Problem details: Nothing in the entries may change when they are transcribed.

^^^^^^^^^^^^^^^^

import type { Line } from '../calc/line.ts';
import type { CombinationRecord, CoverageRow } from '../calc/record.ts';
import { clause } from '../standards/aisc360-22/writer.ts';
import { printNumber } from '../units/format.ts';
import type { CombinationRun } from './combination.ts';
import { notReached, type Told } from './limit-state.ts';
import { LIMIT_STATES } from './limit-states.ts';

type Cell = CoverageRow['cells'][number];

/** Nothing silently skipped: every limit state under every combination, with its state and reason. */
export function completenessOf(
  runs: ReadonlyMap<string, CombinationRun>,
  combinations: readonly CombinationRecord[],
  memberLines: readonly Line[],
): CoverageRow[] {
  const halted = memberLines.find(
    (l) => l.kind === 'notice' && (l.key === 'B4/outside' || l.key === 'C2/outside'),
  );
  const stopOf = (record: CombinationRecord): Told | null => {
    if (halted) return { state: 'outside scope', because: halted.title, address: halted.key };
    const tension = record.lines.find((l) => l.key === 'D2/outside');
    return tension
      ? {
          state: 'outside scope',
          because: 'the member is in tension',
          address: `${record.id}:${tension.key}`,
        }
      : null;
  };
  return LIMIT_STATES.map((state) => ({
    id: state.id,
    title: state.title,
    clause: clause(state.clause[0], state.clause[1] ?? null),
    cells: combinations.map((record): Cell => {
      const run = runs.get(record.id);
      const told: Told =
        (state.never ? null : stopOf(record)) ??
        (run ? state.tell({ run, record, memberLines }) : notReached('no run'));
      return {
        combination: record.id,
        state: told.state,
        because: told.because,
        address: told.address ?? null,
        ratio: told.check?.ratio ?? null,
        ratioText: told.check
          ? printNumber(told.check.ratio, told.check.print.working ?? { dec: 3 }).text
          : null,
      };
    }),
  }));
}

^^^^^^^^^^^^^^^^

Task output:
import type { Line } from '../calc/line.ts';
import type { CombinationRecord, CoverageRow } from '../calc/record.ts';
import { clause } from '../standards/aisc360-22/writer.ts';
import { printNumber } from '../units/format.ts';
import type { CombinationRun } from './combination.ts';
import { notReached, type Told } from './limit-state.ts';
import { LIMIT_STATES } from './limit-states.ts';

type Cell = CoverageRow['cells'][number];

/** Nothing silently skipped: every limit state under every combination, with its state and reason. */
export function completenessOf(
  runs: ReadonlyMap<string, CombinationRun>,
  combinations: readonly CombinationRecord[],
  memberLines: readonly Line[],
): CoverageRow[] {
  const halted = memberLines.find(
    (l) => l.kind === 'notice' && (l.key === 'B4/outside' || l.key === 'C2/outside'),
  );
  const stopOf = (record: CombinationRecord): Told | null => {
    if (halted) return { state: 'outside scope', because: halted.title, address: halted.key };
    const tension = record.lines.find((l) => l.key === 'D2/outside');
    return tension
      ? {
          state: 'outside scope',
          because: 'the member is in tension',
          address: `${record.id}:${tension.key}`,
        }
      : null;
  };
  return LIMIT_STATES.map((state) => ({
    id: state.id,
    title: state.title,
    clause: clause(state.clause[0], state.clause[1] ?? null),
    cells: combinations.map((record): Cell => {
      const run = runs.get(record.id);
      const told: Told =
        (state.never ? null : stopOf(record)) ??
        (run ? state.tell({ run, record, memberLines }) : notReached('no run'));
      return {
        combination: record.id,
        state: told.state,
        because: told.because,
        address: told.address ?? null,
        ratio: told.check?.ratio ?? null,
        ratioText: told.check
          ? printNumber(told.check.ratio, told.check.print.working ?? { dec: 3 }).text
          : null,
      };
    }),
  }));
}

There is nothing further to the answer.